ML Package got stuck in "Deploying" status

Hi All,

In AI center, I have been trying to Train my ML model third time, I have Added new set of documents & done the data labelling and created dataset & exported the same after that I have created the pipeline that also completed successfully & trying to deploy the ML model and update the ML skill, but my ML model package is still in Deploying status only pas few days (since last Friday 1st March), status is not getting changed to Failed to identify the issue, can anyone please help me to figure out what’s wrong with ML package deployment? will it take longer time to deploy the package?

Thanks in Advance!!!

@Parmar_Snehal_Cognizant

Sometimes it might take longer…also check if you have enough licenses

If already a package is deployed this might not be…

Cheers

yes I have enough license,6k AI units license its showing under license

@Parmar_Snehal_Cognizant

Is there already few packages deployed?

Also you can open ml logs on the last tab and check if it shows retrying or so

Cheers

yes one deployment was already done Months back, ML logs showing MLPackage validation successful, its not showing Retry option

@Parmar_Snehal_Cognizant

Can you try to deactivate that package…may be you can deploy only one at a time

Cheers

I checked but there is no option to disable the currently deployed package

@Parmar_Snehal_Cognizant

Can you say how many active and deployed pipelines show on the project?

Cheers

only 1 package is active currently


@Parmar_Snehal_Cognizant

are you findign a log like this?

go to ml skill try to delete old one and then deploy

check in ml skills tab may be already one is there

cheers

I can see the logs like ML package validation started and validation success, but package is still under deploying status and for pipeline also I can see the logs pipeline run successful and under ML skill I dont see any logs for the latest deployment but in ML skill one tab is there streaming log there I can see one message
“968357b9-fad6-41db-aa8b-a73934368ed2-21-4-6c85b9c5f9-zjzlq:Warning ==> 0/3 nodes are available: 1 Insufficient memory, 1 node(s) had untolerated taint {nvidia.com/gpu: present}, 1 node(s) had untolerated taint {task.mining/cpu: present}. preemption: 0/3 nodes are available: 1 No preemption victims found for incoming pod, 2 Preemption is not helpful for scheduling.”
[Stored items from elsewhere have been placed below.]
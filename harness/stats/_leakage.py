"""Target leakage: eligibility of settings and the per-dataset audit against a twin."""

from __future__ import annotations

import json

import numpy as np
import pandas as pd

from harness.stats._common import POOLED, _row_test_train_ratio, metric_values, ok_rows, orientation, unit_free_delta
from harness.stats._tests import corrected_t


# ------------------------------------------------------------------------- leakage audit
def _crossfit_scheme(params: pd.Series, key: str, default: str) -> pd.Series:
    """Parse the cross-fitting scheme from JSON ``encoder_params`` (one parse per value).

    A JSON object without ``key`` gets ``default`` (the encoder's own default); text that
    is not a JSON object gets ``""`` (unknown).
    """

    def parse(text):
        try:
            value = json.loads(text) if isinstance(text, str) and text else None
        except json.JSONDecodeError:
            return ""
        if not isinstance(value, dict):
            return ""
        value = value.get(key, default)
        return "" if value is None else str(value)

    uniq = pd.Series(params.unique())
    table = dict(zip(uniq, uniq.map(parse)))  # loop over distinct settings only
    return params.map(table).fillna("")


def _row_gaps(df: pd.DataFrame) -> pd.Series:
    """Optimism of each row's primary metric on its training fold, positive = optimistic.

    Scores that grow with quality (ROC AUC, accuracy, R²) live on bounded, comparable
    scales: the gap is train minus test. Errors (RMSE, MAE, log loss) are in the target's
    own units, which differ by orders of magnitude between datasets: the gap is relative,
    (test - train) / test, the share of the test error that the training fold hides.
    """
    gap = pd.Series(np.nan, index=df.index)
    for metric in pd.unique(df["primary_metric"]):  # loop over metric names
        rows = df["primary_metric"] == metric
        train = f"train_{metric}"
        if metric in df.columns and train in df.columns:
            diff = orientation(metric) * (df.loc[rows, train] - df.loc[rows, metric])
            if orientation(metric) < 0:
                diff = diff / df.loc[rows, metric].abs().replace(0.0, np.nan)
            gap[rows] = diff
    return gap


_TWIN_FREE = ("crossfit", "cv", "holdout_fraction", "random_state")
AUDIT_COLUMNS = [
    "dataset",
    "model",
    "encoder",
    "twin",
    "primary_metric",
    "n_folds",
    "gap",
    "twin_gap",
    "gap_diff",
    "gap_low",
    "gap_high",
    "test_effect",
    "test_low",
    "test_high",
    "leaky",
    "flagged",
]


def _settings(df: pd.DataFrame) -> pd.DataFrame:
    """One row per encoder label: kind, whether it uses the target, leaky, parsed params."""
    first = df.drop_duplicates("encoder").set_index("encoder")
    kind = first["encoder_kind"] if "encoder_kind" in first else pd.Series("", first.index)
    if "uses_target" in first:
        uses = first["uses_target"].fillna(False).astype(bool)
    else:  # legacy tables: the target-statistics kind is the one that uses the target
        uses = kind.eq("target")
    leaky = first.index.isin(list(leaky_settings(df)))
    params = first["encoder_params"] if "encoder_params" in first else pd.Series("{}", first.index)
    parsed = params.map(_as_dict)
    return pd.DataFrame({"kind": kind, "uses_target": uses, "leaky": leaky, "params": parsed}, index=first.index)


def _as_dict(text) -> dict:
    try:
        value = json.loads(text) if isinstance(text, str) and text else {}
    except json.JSONDecodeError:
        return {}
    return value if isinstance(value, dict) else {}


def twins(results: pd.DataFrame) -> dict:
    """Target-using setting -> its cross-fitted twin (same kind and statistic, k-fold).

    Two settings are twins when their parameters agree once the cross-fitting keys
    (``crossfit``, ``cv``, ``holdout_fraction``, ``random_state``) are set aside; the twin
    is a setting of the pair that is not leaky and cross-fits by k-fold (its ``crossfit``
    is ``"kfold"`` or left to the encoder). A setting without a twin is left out.
    """
    s = _settings(results)
    s = s.loc[s["uses_target"]]
    core = s["params"].map(lambda p: json.dumps({k: v for k, v in p.items() if k not in _TWIN_FREE}, sort_keys=True))
    kfold = ~s["leaky"] & s["params"].map(lambda p: p.get("crossfit", "kfold") == "kfold")
    out = {}
    for enc in s.index:  # loop over settings
        same = s.index[(core == core[enc]) & (s["kind"] == s.loc[enc, "kind"]) & kfold]
        same = [t for t in same if t != enc]
        if same:
            out[str(enc)] = str(sorted(same)[0])
    return out


def _fold_frame(df: pd.DataFrame) -> pd.DataFrame:
    values, gib = metric_values(df, POOLED)
    return pd.DataFrame(
        {
            "dataset": df["dataset"],
            "model": df["model"],
            "encoder": df["encoder"],
            "repeat": df["repeat"],
            "fold": df["fold"],
            "metric": df["primary_metric"],
            "value": values,
            "gib": gib,
            "gap": _row_gaps(df),
            "ratio": _row_test_train_ratio(df),
        }
    )


def _audit_pair(part: pd.DataFrame, enc: str, twin: str, alpha: float) -> dict | None:
    keys = ["repeat", "fold"]
    a = part.loc[part["encoder"] == enc].groupby(keys)[["value", "gap", "ratio"]].mean()
    b = part.loc[part["encoder"] == twin].groupby(keys)[["value", "gap"]].mean()
    j = a.join(b.add_suffix("_twin"), how="inner").dropna(subset=["value", "value_twin"])
    if len(j) < 2:
        return None
    gib = bool(part["gib"].iloc[0])
    ratio = float(j["ratio"].mean())
    gap = corrected_t((j["gap"] - j["gap_twin"]).to_numpy(), ratio, alpha=2 * alpha)
    eff = corrected_t(unit_free_delta(j["value"], j["value_twin"], gib), ratio, alpha=2 * alpha)
    flagged = bool(gap.ci_low > 0 and eff.ci_high < 0)
    return {
        "twin": twin,
        "primary_metric": part["metric"].iloc[0],
        "n_folds": len(j),
        "gap": float(j["gap"].mean()),
        "twin_gap": float(j["gap_twin"].mean()),
        "gap_diff": gap.mean,
        "gap_low": gap.ci_low,
        "gap_high": gap.ci_high,
        "test_effect": eff.mean,
        "test_low": eff.ci_low,
        "test_high": eff.ci_high,
        "flagged": flagged,
    }


def leakage_audit(results: pd.DataFrame, *, alpha: float = 0.05) -> pd.DataFrame:
    """Each target-statistics setting against its cross-fitted twin, per dataset and model.

    On the same folds of the same dataset, the fold-paired differences of the optimism gap
    (train minus test primary metric, relative for errors: :func:`_row_gaps`) and of the
    unit-free test effect (:func:`unit_free_delta`, positive = the setting scores better)
    get corrected resampled t bounds, one-sided at ``alpha``. A setting is *flagged* on a
    dataset when its gap exceeds its twin's and its test score is worse, both beyond
    those bounds: its training rows saw encodings that test rows never get.

    Returns
    -------
    DataFrame
        Columns :data:`AUDIT_COLUMNS`, one row per dataset x model x setting that has a twin.

    References
    ----------
    Prokhorenkova, L. et al. (2018). CatBoost: unbiased boosting with categorical
    features. NeurIPS (in-sample target statistics shift the training distribution);
    Nadeau & Bengio (2003), Machine Learning 52; Bouckaert & Frank (2004), PAKDD.
    """
    df = ok_rows(results)
    pairs = twins(df)
    leaky = leaky_settings(df)
    frame = _fold_frame(df.loc[df["encoder"].isin(list(pairs) + list(pairs.values()))])
    rows = []
    for (dataset, model), part in frame.groupby(["dataset", "model"], sort=True):
        for enc, twin in pairs.items():  # loop over settings
            row = _audit_pair(part, enc, twin, alpha)
            if row is not None:
                rows.append({"dataset": dataset, "model": model, "encoder": enc, **row, "leaky": enc in leaky})
    return pd.DataFrame(rows, columns=AUDIT_COLUMNS)


def audit_summary(audit: pd.DataFrame) -> pd.DataFrame:
    """On how many datasets each setting was flagged, per model.

    Returns
    -------
    DataFrame
        Columns ``model, encoder, twin, leaky, flagged_datasets, n_datasets,
        median_gap_diff, median_test_effect``.
    """
    cols = [
        "model",
        "encoder",
        "twin",
        "leaky",
        "flagged_datasets",
        "n_datasets",
        "median_gap_diff",
        "median_test_effect",
    ]
    if audit.empty:
        return pd.DataFrame(columns=cols)
    g = audit.groupby(["model", "encoder", "twin", "leaky"], sort=False)
    out = g.agg(
        flagged_datasets=("flagged", "sum"),
        n_datasets=("dataset", "nunique"),
        median_gap_diff=("gap_diff", "median"),
        median_test_effect=("test_effect", "median"),
    ).reset_index()
    return out[cols]


def eligible_rows(results: pd.DataFrame) -> tuple[pd.DataFrame, set[str]]:
    """The rows of settings that may be ranked and recommended, and the leaky labels.

    When every setting is leaky, all rows are kept (there is nothing else to rank).
    """
    leaky = leaky_settings(results)
    if not leaky:
        return results, leaky
    keep = ~results["encoder"].isin(leaky)
    return (results.loc[keep], leaky) if keep.any() else (results, set())


def leaky_settings(
    results: pd.DataFrame,
    *,
    target_kinds=("target",),
    leaky_schemes=("none", "loo"),
    crossfit_key: str = "crossfit",
    default_scheme: str = "kfold",
) -> set[str]:
    """Encoder labels that fit target statistics on the rows they encode.

    Read from the results column ``leaky`` (declared by each encoder); tables written
    before that column existed fall back to the cross-fitting scheme in ``encoder_params``.

    References
    ----------
    Prokhorenkova et al. (2018), NeurIPS: in-sample and leave-one-out target statistics
    shift the training distribution (target leakage).
    """
    if "leaky" in results:
        flags = results.drop_duplicates("encoder").set_index("encoder")["leaky"]
        return set(flags.index[flags.fillna(False).astype(bool)].astype(str))
    if "encoder_params" not in results or "encoder_kind" not in results:
        return set()
    # legacy stores written before the `leaky` column: read the scheme from the params
    rows = results.drop_duplicates("encoder")
    rows = rows.loc[rows["encoder_kind"].isin(list(target_kinds))]
    scheme = _crossfit_scheme(rows["encoder_params"].astype(object), crossfit_key, default_scheme)
    return set(rows.loc[scheme.isin(list(leaky_schemes)), "encoder"].astype(str))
I can see the log message for pipe line and ML package but for ML skill I can see “MLSkill ICC_Billing_Invoice MLPackage v#23.10.0 Deployment Started” and “MLSkill ICC_Billing_Invoice MLPackage v#23.10.0 Deployment Failed Attempt: 1” with below error message

“968357b9-fad6-41db-aa8b-a73934368ed2-21-4-6c85b9c5f9-zjzlq:Warning ==> 0/3 nodes are available: 1 Insufficient memory, 1 node(s) had untolerated taint {nvidia.com/gpu: present}, 1 node(s) had untolerated taint {task.mining/cpu: present}. preemption: 0/3 nodes are available: 1 No preemption victims found for incoming pod, 2 Preemption is not helpful for scheduling.”

@Parmar_Snehal_Cognizant

delete the already deployed model and next one you cna see

cheers

ok so under ML package its only allowing me to delete undeployed package & in ML skills if I delete it then is it like will loose all other versions?

@Parmar_Snehal_Cognizant

Please check under ml skill and not ml package

Cheers

This topic was automatically closed 3 days after the last reply. New replies are no longer allowed.